Please reproduce the following records exactly, with nothing omitted.

- _Stored records_
──────
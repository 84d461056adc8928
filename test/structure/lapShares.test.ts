// Where seams lap the cloth is double: areas by hand, the flattening aims at the force of both layers, and the assembled roof has it.
import { expect, test } from "vitest";
import { runRig } from "../../src/core/rig/runRig.ts";
import { listLapLines, measureLapArea, measureLapShares } from "../../src/core/structure/lapShares.ts";
import { makeJob } from "../madeJob.ts";
import { planInput } from "../rig/madeRig.ts";
import { makeGrid } from "../seams/madeForms.ts";
import { makeSaddle } from "../templates/makeForms.ts";

test("a band along the edge of a sheet: its width times its length, coarse and fine", () => {
  for (const n of [3, 8, 25]) {
    const surface = makeGrid(2 * n, n, (u, v) => [4 * u, 2 * v, 0]);
    const low = Array.from({ length: 2 * n + 1 }, (_, i) => i).filter((v) => surface.xyz[3 * v + 1] === 0);
    for (const width of [0.05, 0.12, 0.5]) {
      const shares = measureLapShares(surface, [{ vertices: low, width }]);
      // Counted on 64 parts of a triangle: one part's height is an eighth of the triangle's.
      expect(Math.abs(measureLapArea(surface, shares) * 8 - 4 * width)).toBeLessThan((0.5 * 4 * 2) / n / 8 + 1e-9);
      expect(Math.max(...shares)).toBeLessThanOrEqual(1);
    }
  }
});

test("the lap lies half on each side of a seam, or all of it under the upper panel's edge", () => {
  const seams = [{ id: "S1", upper: "P2" }] as never;
  const side = { kind: "seam", id: "S1", vertices: [0, 1] };
  const on = (strip: string, rule: "both" | "one") =>
    listLapLines({ seams }, strip, [side, { ...side, kind: "cable" }], { overlap: 0.06, on: rule }).map((l) => l.width);
  expect([on("P1", "both"), on("P2", "both")]).toEqual([[0.03], [0.03]]);
  expect([on("P1", "one"), on("P2", "one")]).toEqual([[], [0.06]]);
});

/** The clamped saddle in four strips with a wide lap, and its roof as built with the second layer counted or not. */
function planSaddle(doubleCloth: boolean) {
  const made = makeSaddle([6, 4], [2, 2.5, 2, 2.5], [12, 8]);
  const edges = { default: { kind: "clamped" as const } };
  const { allowances, seams } = makeJob();
  const { input } = planInput(made, {
    edges,
    allowances: { ...allowances, seam: 120 },
    seams: { ...seams, count: 4, doubleCloth },
  });
  return (counted: boolean) => {
    const built = runRig({ ...input, lap: counted ? { overlap: 0.12, on: "both" } : null }, {}).output.asBuilt;
    if (built === null) throw new Error("no proof");
    return built.stress;
  };
}

test("the roof carries the intended force with its laps counted; uncounted, the real laps pull harder by their share", () => {
  const counted = planSaddle(true)(true);
  const plain = planSaddle(false);
  const [single, uncounted] = [plain(false), plain(true)];
  for (const way of ["warp", "weft"] as const) {
    expect(Math.abs(counted[way].mean / 2 - 1), way).toBeLessThan(0.01);
    expect(Math.abs(single[way].mean / 2 - 1), way).toBeLessThan(0.01);
  }
  // Three laps of 120 mm across 6 m are 6 % of the area: that much more stiffness along them at the same strain.
  const more = uncounted.warp.mean / single.warp.mean - 1;
  expect(more).toBeGreaterThan(0.05);
  expect(more).toBeLessThan(0.07);
});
──────
- _RESULT_
repository 84d461056adc8928
filename test/structure/lapShares.test.ts
// Where seams lap the cloth is double: areas by hand, the flattening aims at the force of both layers, and the assembled roof has it.
import { expect, test } from "vitest";
import { runRig } from "../../src/core/rig/runRig.ts";
import { listLapLines, measureLapArea, measureLapShares } from "../../src/core/structure/lapShares.ts";
import { makeJob } from "../madeJob.ts";
import { planInput } from "../rig/madeRig.ts";
import { makeGrid } from "../seams/madeForms.ts";
import { makeSaddle } from "../templates/makeForms.ts";

test("a band along the edge of a sheet: its width times its length, coarse and fine", () => {
  for (const n of [3, 8, 25]) {
    const surface = makeGrid(2 * n, n, (u, v) => [4 * u, 2 * v, 0]);
    const low = Array.from({ length: 2 * n + 1 }, (_, i) => i).filter((v) => surface.xyz[3 * v + 1] === 0);
    for (const width of [0.05, 0.12, 0.5]) {
      const shares = measureLapShares(surface, [{ vertices: low, width }]);
      // Counted on 64 parts of a triangle: one part's height is an eighth of the triangle's.
      expect(Math.abs(measureLapArea(surface, shares) * 8 - 4 * width)).toBeLessThan((0.5 * 4 * 2) / n / 8 + 1e-9);
      expect(Math.max(...shares)).toBeLessThanOrEqual(1);
    }
  }
});

test("the lap lies half on each side of a seam, or all of it under the upper panel's edge", () => {
  const seams = [{ id: "S1", upper: "P2" }] as never;
  const side = { kind: "seam", id: "S1", vertices: [0, 1] };
  const on = (strip: string, rule: "both" | "one") =>
    listLapLines({ seams }, strip, [side, { ...side, kind: "cable" }], { overlap: 0.06, on: rule }).map((l) => l.width);
  expect([on("P1", "both"), on("P2", "both")]).toEqual([[0.03], [0.03]]);
  expect([on("P1", "one"), on("P2", "one")]).toEqual([[], [0.06]]);
});

/** The clamped saddle in four strips with a wide lap, and its roof as built with the second layer counted or not. */
function planSaddle(doubleCloth: boolean) {
  const made = makeSaddle([6, 4], [2, 2.5, 2, 2.5], [12, 8]);
  const edges = { default: { kind: "clamped" as const } };
  const { allowances, seams } = makeJob();
  const { input } = planInput(made, {
    edges,
    allowances: { ...allowances, seam: 120 },
    seams: { ...seams, count: 4, doubleCloth },
  });
  return (counted: boolean) => {
    const built = runRig({ ...input, lap: counted ? { overlap: 0.12, on: "both" } : null }, {}).output.asBuilt;
    if (built === null) throw new Error("no proof");
    return built.stress;
  };
}

test("the roof carries the intended force with its laps counted; uncounted, the real laps pull harder by their share", () => {
  const counted = planSaddle(true)(true);
  const plain = planSaddle(false);
  const [single, uncounted] = [plain(false), plain(true)];
  for (const way of ["warp", "weft"] as const) {
    expect(Math.abs(counted[way].mean / 2 - 1), way).toBeLessThan(0.01);
    expect(Math.abs(single[way].mean / 2 - 1), way).toBeLessThan(0.01);
  }
  // Three laps of 120 mm across 6 m are 6 % of the area: that much more stiffness along them at the same strain.
  const more = uncounted.warp.mean / single.warp.mean - 1;
  expect(more).toBeGreaterThan(0.05);
  expect(more).toBeLessThan(0.07);
});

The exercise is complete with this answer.